= GOAL OF THE EXERCISE =
The expected output is every line below, reproduced exactly.

[Stored data]

= = = = =

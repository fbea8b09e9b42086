import { z } from 'zod';
import { DischargeCoefficientSchema } from './pipe-input-schema';
import { quantitySchema } from './quantity-schema';

/** A hole of `diameter` at `elevation` (above the datum) in vessel `from`, open from `start`. */
export const LeakInputSchema = z.strictObject({
  from: z.string().min(1),
  elevation: quantitySchema('length', 'any'),
  diameter: quantitySchema('diameter'),
  start: quantitySchema('time', 'nonnegative').default(0),
  dischargeCoefficient: DischargeCoefficientSchema.optional(),
});

/** A timed switch of one pump, or a power cut / restoration of every pump. */
export const ScheduleEntryInputSchema = z.union([
  z.strictObject({
    at: quantitySchema('time', 'nonnegative'),
    pump: z.string().min(1),
    state: z.enum(['on', 'off']),
  }),
  z.strictObject({ at: quantitySchema('time', 'nonnegative'), power: z.enum(['on', 'off']) }),
]);

/**
 * A float switch in `vessel` that stops `pump` when the level (above that vessel's floor) falls
 * below `stopBelow` and lets it run again above `restartAbove`.
 */
export const ControlInputSchema = z.strictObject({
  kind: z.literal('float-switch'),
  pump: z.string().min(1),
  vessel: z.string().min(1),
  stopBelow: quantitySchema('length', 'nonnegative'),
  restartAbove: quantitySchema('length', 'nonnegative'),
});

/** A what-if fault: a drain partly blocked, or a worn pump whose flow is scaled down. */
export const FaultInputSchema = z.discriminatedUnion('kind', [
  z.strictObject({
    kind: z.literal('drain-blocked'),
    bed: z.string().min(1),
    fraction: z.number().min(0).lt(1),
  }),
  z.strictObject({
    kind: z.literal('pump-worn'),
    pump: z.string().min(1),
    flowScale: z.number().positive().max(1),
  }),
]);

/** How to run the simulation. */
export const RunInputSchema = z.strictObject({
  duration: quantitySchema('time').optional(),
  outputInterval: quantitySchema('time').optional(),
  tolerance: z.number().positive().max(1e-3).optional(),
  friction: z.enum(['darcy-weisbach', 'hazen-williams']).optional(),
});

/** Overrides of the minor-loss coefficients K used by every pipe of the scenario. */
export const LossCoefficientsInputSchema = z.strictObject({
  elbow90: z.number().nonnegative().optional(),
  elbow45: z.number().nonnegative().optional(),
  teeRun: z.number().nonnegative().optional(),
  teeBranch: z.number().nonnegative().optional(),
  ballValve: z.number().nonnegative().optional(),
  entrance: z.number().nonnegative().optional(),
  exit: z.number().nonnegative().optional(),
  bellReturn: z.number().nonnegative().optional(),
});
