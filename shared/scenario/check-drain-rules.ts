import { brokenRules, type RuleIssue } from './rule-issue';
import type { ScenarioFields } from './scenario-input-schema';

type BedFields = Extract<ScenarioFields['vessels'][number], { kind: 'bed' }>;
type BellDrainFields = Extract<BedFields['drain'], { type: 'bell-siphon' }>;
type At = (...path: (string | number)[]) => (string | number)[];

/** The smallest width across a bed's plan (m), or undefined for a level-to-area table. */
function planWidthM(bed: BedFields): number | undefined {
  if (bed.shape.type === 'box') return Math.min(bed.shape.length, bed.shape.width);
  if (bed.shape.type === 'cylinder') return bed.shape.diameter;
  return undefined;
}

/**
 * Geometry of a bed's drain: standpipe wall, standpipe shorter than the bed, outlet below the bed
 * floor, weep hole smaller than the bore, and for a bell siphon: bell wider than the standpipe,
 * intake and snorkel below the standpipe top, slots that fit round the bell; guard wider than the
 * bell; all of it inside the bed.
 */
export function checkDrainRules(bed: BedFields, index: number): RuleIssue[] {
  const at: At = (...path) => ['vessels', index, 'drain', ...path];
  const { drain } = bed;
  const { standpipe } = drain;
  const weepHole = drain.type === 'standpipe' ? drain.weepHole : undefined;
  return [
    ...brokenRules([
      [
        standpipe.outerDiameter <= standpipe.innerDiameter,
        at('standpipe', 'outerDiameter'),
        'The standpipe outer diameter must be larger than its inner diameter.',
      ],
      [
        standpipe.height >= bed.height,
        at('standpipe', 'height'),
        `The standpipe must be shorter than the bed (${bed.height} m), or the bed overflows its rim before it drains.`,
      ],
      [
        drain.outletElevation >= bed.floorElevation,
        at('outletElevation'),
        `The drain outlet must be below the bed floor (elevation ${bed.floorElevation} m above the datum).`,
      ],
      [
        weepHole !== undefined && weepHole.diameter >= standpipe.innerDiameter,
        at('weepHole', 'diameter'),
        'The weep hole must be smaller than the standpipe bore.',
      ],
    ]),
    ...(drain.type === 'bell-siphon' ? checkBellRules(drain, at) : []),
    ...checkFitRules(bed, at),
  ];
}

/** The guard surrounds the bell (or standpipe), and the widest part fits inside the bed. */
function checkFitRules(bed: BedFields, at: At): RuleIssue[] {
  const { drain } = bed;
  const bell = drain.type === 'bell-siphon';
  const outerM = bell
    ? (drain.bell.outerDiameter ?? drain.bell.innerDiameter)
    : drain.standpipe.outerDiameter;
  const widthM = planWidthM(bed);
  const widestM = drain.guard?.diameter ?? outerM;
  const widestPath =
    drain.guard !== undefined
      ? at('guard', 'diameter')
      : bell
        ? at('bell', 'innerDiameter')
        : at('standpipe', 'outerDiameter');
  return brokenRules([
    [
      drain.guard !== undefined && drain.guard.diameter <= outerM,
      at('guard', 'diameter'),
      'The media guard must be wider than the bell (or standpipe) it surrounds.',
    ],
    [
      widthM !== undefined && widestM >= widthM,
      widestPath,
      `The drain parts must fit inside the bed (narrowest plan width ${widthM} m).`,
    ],
  ]);
}

function checkBellRules(drain: BellDrainFields, at: At): RuleIssue[] {
  const { bell, standpipe } = drain;
  const slotsHalfGiven = (bell.slotCount === undefined) !== (bell.slotWidth === undefined);
  const slotsTooWide =
    bell.slotCount !== undefined &&
    bell.slotWidth !== undefined &&
    bell.slotCount * bell.slotWidth >= Math.PI * bell.innerDiameter;
  return brokenRules([
    [
      bell.innerDiameter <= standpipe.outerDiameter,
      at('bell', 'innerDiameter'),
      `The bell's inner diameter must be larger than the standpipe's outer diameter (${standpipe.outerDiameter} m).`,
    ],
    [
      bell.outerDiameter !== undefined && bell.outerDiameter < bell.innerDiameter,
      at('bell', 'outerDiameter'),
      "The bell's outer diameter must not be smaller than its inner diameter.",
    ],
    [
      bell.intakeHeight >= standpipe.height,
      at('bell', 'intakeHeight'),
      `The bell intake must be below the standpipe top (${standpipe.height} m above the bed floor).`,
    ],
    [
      bell.snorkelHeight !== undefined && bell.snorkelHeight >= standpipe.height,
      at('bell', 'snorkelHeight'),
      'The snorkel inlet must be below the standpipe top.',
    ],
    [
      slotsHalfGiven,
      at('bell', bell.slotCount === undefined ? 'slotCount' : 'slotWidth'),
      'Give both the slot count and the slot width, or neither.',
    ],
    [
      slotsTooWide,
      at('bell', 'slotCount'),
      "The slots are wider in total than the bell's circumference.",
    ],
  ]);
}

= = = = =

= EXPECTED ANSWER =
repository fbea8b09e9b42086
import { z } from 'zod';
import { DischargeCoefficientSchema } from './pipe-input-schema';
import { quantitySchema } from './quantity-schema';

/** A hole of `diameter` at `elevation` (above the datum) in vessel `from`, open from `start`. */
export const LeakInputSchema = z.strictObject({
  from: z.string().min(1),
  elevation: quantitySchema('length', 'any'),
  diameter: quantitySchema('diameter'),
  start: quantitySchema('time', 'nonnegative').default(0),
  dischargeCoefficient: DischargeCoefficientSchema.optional(),
});

/** A timed switch of one pump, or a power cut / restoration of every pump. */
export const ScheduleEntryInputSchema = z.union([
  z.strictObject({
    at: quantitySchema('time', 'nonnegative'),
    pump: z.string().min(1),
    state: z.enum(['on', 'off']),
  }),
  z.strictObject({ at: quantitySchema('time', 'nonnegative'), power: z.enum(['on', 'off']) }),
]);

/**
 * A float switch in `vessel` that stops `pump` when the level (above that vessel's floor) falls
 * below `stopBelow` and lets it run again above `restartAbove`.
 */
export const ControlInputSchema = z.strictObject({
  kind: z.literal('float-switch'),
  pump: z.string().min(1),
  vessel: z.string().min(1),
  stopBelow: quantitySchema('length', 'nonnegative'),
  restartAbove: quantitySchema('length', 'nonnegative'),
});

/** A what-if fault: a drain partly blocked, or a worn pump whose flow is scaled down. */
export const FaultInputSchema = z.discriminatedUnion('kind', [
  z.strictObject({
    kind: z.literal('drain-blocked'),
    bed: z.string().min(1),
    fraction: z.number().min(0).lt(1),
  }),
  z.strictObject({
    kind: z.literal('pump-worn'),
    pump: z.string().min(1),
    flowScale: z.number().positive().max(1),
  }),
]);

/** How to run the simulation. */
export const RunInputSchema = z.strictObject({
  duration: quantitySchema('time').optional(),
  outputInterval: quantitySchema('time').optional(),
  tolerance: z.number().positive().max(1e-3).optional(),
  friction: z.enum(['darcy-weisbach', 'hazen-williams']).optional(),
});

/** Overrides of the minor-loss coefficients K used by every pipe of the scenario. */
export const LossCoefficientsInputSchema = z.strictObject({
  elbow90: z.number().nonnegative().optional(),
  elbow45: z.number().nonnegative().optional(),
  teeRun: z.number().nonnegative().optional(),
  teeBranch: z.number().nonnegative().optional(),
  ballValve: z.number().nonnegative().optional(),
  entrance: z.number().nonnegative().optional(),
  exit: z.number().nonnegative().optional(),
  bellReturn: z.number().nonnegative().optional(),
});
filename shared/scenario/check-drain-rules.ts
import { brokenRules, type RuleIssue } from './rule-issue';
import type { ScenarioFields } from './scenario-input-schema';

type BedFields = Extract<ScenarioFields['vessels'][number], { kind: 'bed' }>;
type BellDrainFields = Extract<BedFields['drain'], { type: 'bell-siphon' }>;
type At = (...path: (string | number)[]) => (string | number)[];

/** The smallest width across a bed's plan (m), or undefined for a level-to-area table. */
function planWidthM(bed: BedFields): number | undefined {
  if (bed.shape.type === 'box') return Math.min(bed.shape.length, bed.shape.width);
  if (bed.shape.type === 'cylinder') return bed.shape.diameter;
  return undefined;
}

/**
 * Geometry of a bed's drain: standpipe wall, standpipe shorter than the bed, outlet below the bed
 * floor, weep hole smaller than the bore, and for a bell siphon: bell wider than the standpipe,
 * intake and snorkel below the standpipe top, slots that fit round the bell; guard wider than the
 * bell; all of it inside the bed.
 */
export function checkDrainRules(bed: BedFields, index: number): RuleIssue[] {
  const at: At = (...path) => ['vessels', index, 'drain', ...path];
  const { drain } = bed;
  const { standpipe } = drain;
  const weepHole = drain.type === 'standpipe' ? drain.weepHole : undefined;
  return [
    ...brokenRules([
      [
        standpipe.outerDiameter <= standpipe.innerDiameter,
        at('standpipe', 'outerDiameter'),
        'The standpipe outer diameter must be larger than its inner diameter.',
      ],
      [
        standpipe.height >= bed.height,
        at('standpipe', 'height'),
        `The standpipe must be shorter than the bed (${bed.height} m), or the bed overflows its rim before it drains.`,
      ],
      [
        drain.outletElevation >= bed.floorElevation,
        at('outletElevation'),
        `The drain outlet must be below the bed floor (elevation ${bed.floorElevation} m above the datum).`,
      ],
      [
        weepHole !== undefined && weepHole.diameter >= standpipe.innerDiameter,
        at('weepHole', 'diameter'),
        'The weep hole must be smaller than the standpipe bore.',
      ],
    ]),
    ...(drain.type === 'bell-siphon' ? checkBellRules(drain, at) : []),
    ...checkFitRules(bed, at),
  ];
}

/** The guard surrounds the bell (or standpipe), and the widest part fits inside the bed. */
function checkFitRules(bed: BedFields, at: At): RuleIssue[] {
  const { drain } = bed;
  const bell = drain.type === 'bell-siphon';
  const outerM = bell
    ? (drain.bell.outerDiameter ?? drain.bell.innerDiameter)
    : drain.standpipe.outerDiameter;
  const widthM = planWidthM(bed);
  const widestM = drain.guard?.diameter ?? outerM;
  const widestPath =
    drain.guard !== undefined
      ? at('guard', 'diameter')
      : bell
        ? at('bell', 'innerDiameter')
        : at('standpipe', 'outerDiameter');
  return brokenRules([
    [
      drain.guard !== undefined && drain.guard.diameter <= outerM,
      at('guard', 'diameter'),
      'The media guard must be wider than the bell (or standpipe) it surrounds.',
    ],
    [
      widthM !== undefined && widestM >= widthM,
      widestPath,
      `The drain parts must fit inside the bed (narrowest plan width ${widthM} m).`,
    ],
  ]);
}

function checkBellRules(drain: BellDrainFields, at: At): RuleIssue[] {
  const { bell, standpipe } = drain;
  const slotsHalfGiven = (bell.slotCount === undefined) !== (bell.slotWidth === undefined);
  const slotsTooWide =
    bell.slotCount !== undefined &&
    bell.slotWidth !== undefined &&
    bell.slotCount * bell.slotWidth >= Math.PI * bell.innerDiameter;
  return brokenRules([
    [
      bell.innerDiameter <= standpipe.outerDiameter,
      at('bell', 'innerDiameter'),
      `The bell's inner diameter must be larger than the standpipe's outer diameter (${standpipe.outerDiameter} m).`,
    ],
    [
      bell.outerDiameter !== undefined && bell.outerDiameter < bell.innerDiameter,
      at('bell', 'outerDiameter'),
      "The bell's outer diameter must not be smaller than its inner diameter.",
    ],
    [
      bell.intakeHeight >= standpipe.height,
      at('bell', 'intakeHeight'),
      `The bell intake must be below the standpipe top (${standpipe.height} m above the bed floor).`,
    ],
    [
      bell.snorkelHeight !== undefined && bell.snorkelHeight >= standpipe.height,
      at('bell', 'snorkelHeight'),
      'The snorkel inlet must be below the standpipe top.',
    ],
    [
      slotsHalfGiven,
      at('bell', bell.slotCount === undefined ? 'slotCount' : 'slotWidth'),
      'Give both the slot count and the slot width, or neither.',
    ],
    [
      slotsTooWide,
      at('bell', 'slotCount'),
      "The slots are wider in total than the bell's circumference.",
    ],
  ]);
}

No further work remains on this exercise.